In order to not offend the site's automatic censors, and to keep from having to dance around it, let's take an imaginary term. Lets say that there exists an ethnic group, the Ignomians, in the US who's been here since the late 19th century. They came over because of famine in their own country, and were not well received upon arrival. Many places of business would not serve them, and they were assulted for having the ill-luck to be born to Ignomian parents. Because of the prejudices at the time, they mostly took jobs in rendering plants, and acquired the nickname "The Stinks" because of the smell that clung to them even when not at work.

100 years and more later, if you call an Ignomian-American a "Stink," you're making a comment not just on their ethnicity, but also of where you think they belong in society. You are, in effect, saying that in spite of whatever education and success they may currently have, they really belong in a meat packing plant, or at least that's what they'll hear. With those five letters, you envoke a whole host of cultural references, many that you may not intend.

On the converse side, if the Ignomian-American population at large has been mostly unable to climb out of the lower classes, they may adopt the name "Stink" to use among themselves. Used in this context it implies a communion of misery, it allows a bonding, and it takes a formerly harmful term and re-defines it, if only among their own community, as a positive name. We see the same behavior among many groups today: homosexuals, African-Americans, even Wiccans have taken the term "witch" and turned its meaning around.

What's overlooked, though, is that these terms imply membership in that community. If the aforementioned Ignomians had a prominant physical feature, for example they all had red-colored eyes, then a blue-eyed person calling another a Stink would be seen as using the outsider-version of the term, whereas a red-eyed person saying the same thing would be seen to be using a term of solidarity. Context is at least as important as the base definition of the word.

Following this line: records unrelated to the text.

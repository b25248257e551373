import 'server-only';
import { CreateBucketCommand, GetObjectCommand, HeadBucketCommand, HeadObjectCommand, PutObjectCommand, S3Client, NotFound } from '@aws-sdk/client-s3';
import { getSignedUrl } from '@aws-sdk/s3-request-presigner';
import type { Readable } from 'node:stream';
import { env } from '@/lib/env';

// One client for the object store. Locally it points at the S3 fake that
// `npm start` runs; S3_ENDPOINT/REGION/BUCKET/keys point it at any
// S3-compatible store. Checksums are computed only when required: the local
// fake stores streamed uploads with their chunk framing otherwise (stack.md).
let client: S3Client | undefined;
export function s3(): S3Client {
  client ??= new S3Client({
    endpoint: env.S3_ENDPOINT,
    region: env.S3_REGION,
    forcePathStyle: env.S3_FORCE_PATH_STYLE,
    credentials: { accessKeyId: env.S3_ACCESS_KEY_ID, secretAccessKey: env.S3_SECRET_ACCESS_KEY },
    requestChecksumCalculation: 'WHEN_REQUIRED',
    responseChecksumValidation: 'WHEN_REQUIRED',
  });
  return client;
}

export const bucket = () => env.S3_BUCKET;

/** Creates the bucket when it does not exist yet. */
export async function ensureBucket(): Promise<void> {
  try {
    await s3().send(new HeadBucketCommand({ Bucket: bucket() }));
  } catch {
    await s3().send(new CreateBucketCommand({ Bucket: bucket() }));
  }
}

/** The stored object's SHA-256 (our metadata) and size, or null when absent. */
export async function headObject(key: string): Promise<{ sha256: string | null; size: number } | null> {
  try {
    const head = await s3().send(new HeadObjectCommand({ Bucket: bucket(), Key: key }));
    return { sha256: head.Metadata?.sha256 ?? null, size: head.ContentLength ?? 0 };
  } catch (error) {
    if (error instanceof NotFound || (error as { $metadata?: { httpStatusCode?: number } }).$metadata?.httpStatusCode === 404) return null;
    throw error;
  }
}

/**
 * Stores bytes under a deterministic key, never overwriting different bytes:
 * an identical object is left alone ('exists'); a different one is an error.
 */
export async function putImmutable(key: string, body: Uint8Array, sha256: string, contentType: string): Promise<'stored' | 'exists'> {
  const existing = await headObject(key);
  if (existing) {
    if (existing.sha256 === sha256) return 'exists';
    throw new Error(`object ${key} already holds different bytes (sha256 ${existing.sha256}); refusing to overwrite`);
  }
  await s3().send(new PutObjectCommand({ Bucket: bucket(), Key: key, Body: body, ContentType: contentType, Metadata: { sha256 } }));
  return 'stored';
}

export async function getObjectStream(key: string): Promise<Readable> {
  const object = await s3().send(new GetObjectCommand({ Bucket: bucket(), Key: key }));
  return object.Body as Readable;
}

export async function getObjectBytes(key: string): Promise<Uint8Array> {
  const object = await s3().send(new GetObjectCommand({ Bucket: bucket(), Key: key }));
  return object.Body!.transformToByteArray();
}

/** A time-limited download link (the caller has already checked the person's role). */
export async function presignedDownload(key: string, fileName: string): Promise<string> {
  return getSignedUrl(s3(), new GetObjectCommand({ Bucket: bucket(), Key: key, ResponseContentDisposition: `attachment; filename="${fileName}"` }), { expiresIn: env.S3_PRESIGN_SECONDS });
}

While NLP is an interesting investigation, and has many useful aspects, a better place to start on this subject would be to pick up a basic book on sociolinguistics. You'll see, there, how different cultures react differently to swearing. Some, like the US, have a very strong social taboo against it. Others, like France, are more lax on the subject. Almost every culture has "Words You Do Not Say™" but the number and the severity of breaking the taboo will change.